RECORDS SUPPLIED Block Start

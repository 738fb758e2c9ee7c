package tui

import (
	"fmt"
	"math"
	"strings"

	"isofield/interp"
	"isofield/survey/analysis"
	"isofield/survey/qa"
)

// profileView draws the surface along the segment between the two marks:
// the potential, and under it the field along the segment (E·u, u the unit
// vector from A to B), both sampled from the fitted surface by
// analysis.MakeProfile and resampled to the chart's columns with a
// monotone cubic (analysis.Profile.Resample). Readings within the corridor
// are marked at their distance along the line: on the potential chart at
// their gridded value, on a tick row when they were not gridded (excluded,
// or suspect and left out). Stretches outside the surveyed area (masked
// grid nodes) are left blank.
type profileView struct {
	styles        Styles
	width, height int

	sc   *scene
	a, b *[2]float64
	prof *analysis.Profile
	err  error

	// resampled to the chart's columns; NaN where masked
	along, v, e []float64
}

func newProfileView(st Styles) profileView { return profileView{styles: st} }

// SetSize sets the outer size and resamples for the new width.
func (p profileView) SetSize(w, h int) profileView {
	p.width, p.height = w, h
	return p.resample()
}

// profileLeft is the width of the value labels left of the charts.
const profileLeft = 10

// profileMaxSamples bounds the surface evaluations of one profile.
const profileMaxSamples = 512

// chartWidth is the number of chart columns.
func (p profileView) chartWidth() int { return max(p.width-profileLeft-1, 4) }

// Set samples the scene's surface between marks a and b (nil: not yet
// marked) and marks the readings near the line.
func (p profileView) Set(sc *scene, a, b *[2]float64) profileView {
	p.sc, p.a, p.b, p.prof, p.err = sc, a, b, nil, nil
	if sc == nil || a == nil || b == nil {
		return p.resample()
	}
	f := sc.surface()
	if f == nil {
		return p.resample()
	}
	step := sc.spacing() / 2
	length := math.Hypot(b[0]-a[0], b[1]-a[1])
	n := min(max(int(length/step)+1, 8), profileMaxSamples)
	prof, err := analysis.MakeProfile(f, a[0], a[1], b[0], b[1], n)
	if err != nil {
		p.err = err
		return p.resample()
	}
	xs, ys, vs, idx := sc.readingsAround(a, b, sc.corridor())
	prof.MarkReadings(xs, ys, vs, idx, sc.corridor())
	p.prof = prof
	return p.resample()
}

// resample fits the profile to the chart's columns and blanks the columns
// over masked nodes.
func (p profileView) resample() profileView {
	p.along, p.v, p.e = nil, nil, nil
	if p.prof == nil {
		return p
	}
	along, v, e, err := p.prof.Resample(p.chartWidth())
	if err != nil {
		p.err = err
		return p
	}
	pr := p.prof
	for i, s := range along {
		t := s / pr.Length
		if !p.sc.inside(pr.X0+t*(pr.X1-pr.X0), pr.Y0+t*(pr.Y1-pr.Y0)) {
			v[i], e[i] = math.NaN(), math.NaN()
		}
	}
	p.along, p.v, p.e = along, v, e
	return p
}

// View draws the title, the two charts, the tick row and the axis.
func (p profileView) View() string {
	st := p.styles
	switch {
	case p.a == nil || p.b == nil:
		return st.Faint.Render(truncate("Mark two points with m on the map (A, then B), then press p.", p.width))
	case p.err != nil:
		return st.Error.Render(truncate("no profile: "+p.err.Error(), p.width))
	case p.prof == nil || p.v == nil:
		return st.Faint.Render("no profile: the survey has no surface yet")
	}
	pr := p.prof
	title := st.PanelTitle.Render("Profile") + st.Label.Render(fmt.Sprintf("  A %s, %s → B %s, %s · length %s m",
		fixed(pr.X0), fixed(pr.Y0), fixed(pr.X1), fixed(pr.Y1), num(pr.Length)))
	key := st.Faint.Render(truncate(fmt.Sprintf("* surface  + reading  ? suspect  x excluded · %d readings within %s m",
		len(pr.Readings), num(p.sc.corridor())), p.width))
	rows := max(p.height-5, 4) // title, key, field label, tick row, axis
	vRows, eRows := rows, 0
	if rows >= 10 {
		eRows = rows * 2 / 5
		vRows = rows - eRows
	}
	out := []string{truncate(title, p.width), key}
	out = append(out, p.chart(p.v, vRows, true, "potential", p.sc.vUnit)...)
	if eRows > 0 {
		out = append(out, p.chart(p.e, eRows-1, false, "field along A→B", p.sc.eUnit)...)
	}
	out = append(out, p.tickRow(), p.axis())
	return strings.Join(out, "\n")
}

// chart draws series ys (one value per column) in h rows under a label
// line naming the quantity and its display unit u, with the gridded
// readings when withReadings.
func (p profileView) chart(ys []float64, h int, withReadings bool, label string, u dispUnit) []string {
	lo, hi := finiteRange(ys)
	if withReadings {
		for _, r := range p.prof.Readings {
			if !math.IsNaN(r.V) {
				lo, hi = min(lo, r.V), max(hi, r.V)
			}
		}
	}
	head := p.styles.Label.Render(strings.Repeat(" ", profileLeft+1) + label + ", " + u.name)
	if math.IsNaN(lo) {
		return []string{head, p.styles.Faint.Render("the segment lies outside the surveyed area")}
	}
	if hi-lo < 1e-12 {
		lo, hi = lo-1, hi+1
	}
	c := newCanvas(len(ys), h)
	rowOf := func(v float64) int { return int(math.Round((hi - v) / (hi - lo) * float64(h-1))) }
	mid := h / 2
	midValue := hi - (hi-lo)*float64(mid)/float64(max(h-1, 1))
	if lo < 0 && hi > 0 {
		mid, midValue = rowOf(0), 0
		c.hline(mid, '·') // the zero line of a signed quantity
	}
	prev := -1
	for i, v := range ys {
		if math.IsNaN(v) {
			prev = -1
			continue
		}
		r := rowOf(v)
		c.line(i, prev, r)
		prev = r
	}
	if withReadings {
		for _, r := range p.prof.Readings {
			if !math.IsNaN(r.V) {
				c.set(p.column(r.Along), rowOf(r.V), p.sc.readingGlyph(r.Index))
			}
		}
	}
	return append([]string{head}, strings.Split(c.render(lo, hi, mid, midValue, u), "\n")...)
}

// column returns the chart column of a distance along the line.
func (p profileView) column(along float64) int {
	return int(math.Round(along / p.prof.Length * float64(p.chartWidth()-1)))
}

// tickRow marks the readings near the line that were not gridded.
func (p profileView) tickRow() string {
	row := []rune(strings.Repeat(" ", p.chartWidth()))
	for _, r := range p.prof.Readings {
		if c := p.column(r.Along); math.IsNaN(r.V) && c >= 0 && c < len(row) {
			row[c] = p.sc.readingGlyph(r.Index)
		}
	}
	return fmt.Sprintf("%*s │%s", profileLeft-1, "left out", string(row))
}

func (p profileView) axis() string {
	pw := p.chartWidth()
	right := num(p.prof.Length) + " m"
	gap := max(pw-len("0 m")-len(right), 1)
	return strings.Repeat(" ", profileLeft+1) + "0 m" + strings.Repeat(" ", gap) + right
}

func finiteRange(vs []float64) (lo, hi float64) {
	lo, hi = math.NaN(), math.NaN()
	for _, v := range vs {
		if math.IsNaN(v) {
			continue
		}
		if math.IsNaN(lo) {
			lo, hi = v, v
		}
		lo, hi = min(lo, v), max(hi, v)
	}
	return lo, hi
}

// surface returns the fitted model, or the grid read bilinearly when the
// result has no model.
func (sc *scene) surface() interp.Interpolant {
	if sc.res.Model != nil {
		return sc.res.Model
	}
	if g := sc.res.Grid; g != nil && g.NX >= 2 && g.NY >= 2 {
		return gridSurface{g}
	}
	return nil
}

// spacing returns the grid spacing (1 m without a grid).
func (sc *scene) spacing() float64 {
	if g := sc.res.Grid; g != nil && g.DX > 0 && g.DY > 0 {
		return min(g.DX, g.DY)
	}
	return 1
}

// corridor is how far from a profile line a reading may lie and still be
// marked on it: half the mean reading spacing √(area/n), at least one grid
// spacing, so that the stations of a survey line along the profile count
// and those of the neighbouring lines do not (isofield's own choice, not
// a rule of the trade).
func (sc *scene) corridor() float64 {
	s := sc.res.Survey
	n := len(s.Readings)
	if n == 0 {
		return sc.spacing()
	}
	xmin, ymin, xmax, ymax := s.Extent()
	area := max(xmax-xmin, sc.spacing()) * max(ymax-ymin, sc.spacing())
	return max(0.5*math.Sqrt(area/float64(n)), sc.spacing())
}

// inside reports whether (x, y) is on an unmasked grid node's cell.
func (sc *scene) inside(x, y float64) bool {
	g := sc.res.Grid
	if g == nil || g.DX <= 0 || g.DY <= 0 {
		return true
	}
	i := int(math.Floor((x-g.X0)/g.DX + 0.5))
	j := int(math.Floor((y-g.Y0)/g.DY + 0.5))
	return i >= 0 && j >= 0 && i < g.NX && j < g.NY && !g.Mask[g.Index(i, j)]
}

// readingsAround returns the readings in the box round segment a–b grown
// by reach: positions, the value they were gridded with (NaN if they were
// not) and their survey indexes.
func (sc *scene) readingsAround(a, b *[2]float64, reach float64) (xs, ys, vs []float64, idx []int) {
	x0, x1 := min(a[0], b[0])-reach, max(a[0], b[0])+reach
	y0, y1 := min(a[1], b[1])-reach, max(a[1], b[1])+reach
	for i, r := range sc.res.Survey.Readings {
		if r.X < x0 || r.X > x1 || r.Y < y0 || r.Y > y1 {
			continue
		}
		xs, ys, idx = append(xs, r.X), append(ys, r.Y), append(idx, i)
		vs = append(vs, sc.griddedValue(i))
	}
	return xs, ys, vs, idx
}

// griddedValue is the value reading i went into the fit with (after the
// preset's preparation), NaN if it was left out.
func (sc *scene) griddedValue(i int) float64 {
	res := sc.res
	if res.Values != nil {
		if i < len(res.Values) {
			return res.Values[i]
		}
		return math.NaN()
	}
	if q := res.QA; q != nil && i < len(q.Status) {
		if q.Status[i] != qa.OK {
			return math.NaN()
		}
		return q.Corrected[i]
	}
	return res.Survey.Readings[i].V
}

// readingGlyph is the map's mark for reading i's status.
func (sc *scene) readingGlyph(i int) rune {
	if q := sc.res.QA; q != nil && i < len(q.Status) {
		switch q.Status[i] {
		case qa.Suspect:
			return '?'
		case qa.Excluded:
			return 'x'
		}
	}
	return '+'
}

RECORDS SUPPLIED Block End

— TASK GOAL —
Starting with the first line of the entries, transcribe every line up to and including the one with "are left blank.".

— RESULT —
repository 738fb758e2c9ee7c
package tui

import (
	"fmt"
	"math"
	"strings"

	"isofield/interp"
	"isofield/survey/analysis"
	"isofield/survey/qa"
)

// profileView draws the surface along the segment between the two marks:
// the potential, and under it the field along the segment (E·u, u the unit
// vector from A to B), both sampled from the fitted surface by
// analysis.MakeProfile and resampled to the chart's columns with a
// monotone cubic (analysis.Profile.Resample). Readings within the corridor
// are marked at their distance along the line: on the potential chart at
// their gridded value, on a tick row when they were not gridded (excluded,
// or suspect and left out). Stretches outside the surveyed area (masked
// grid nodes) are left blank.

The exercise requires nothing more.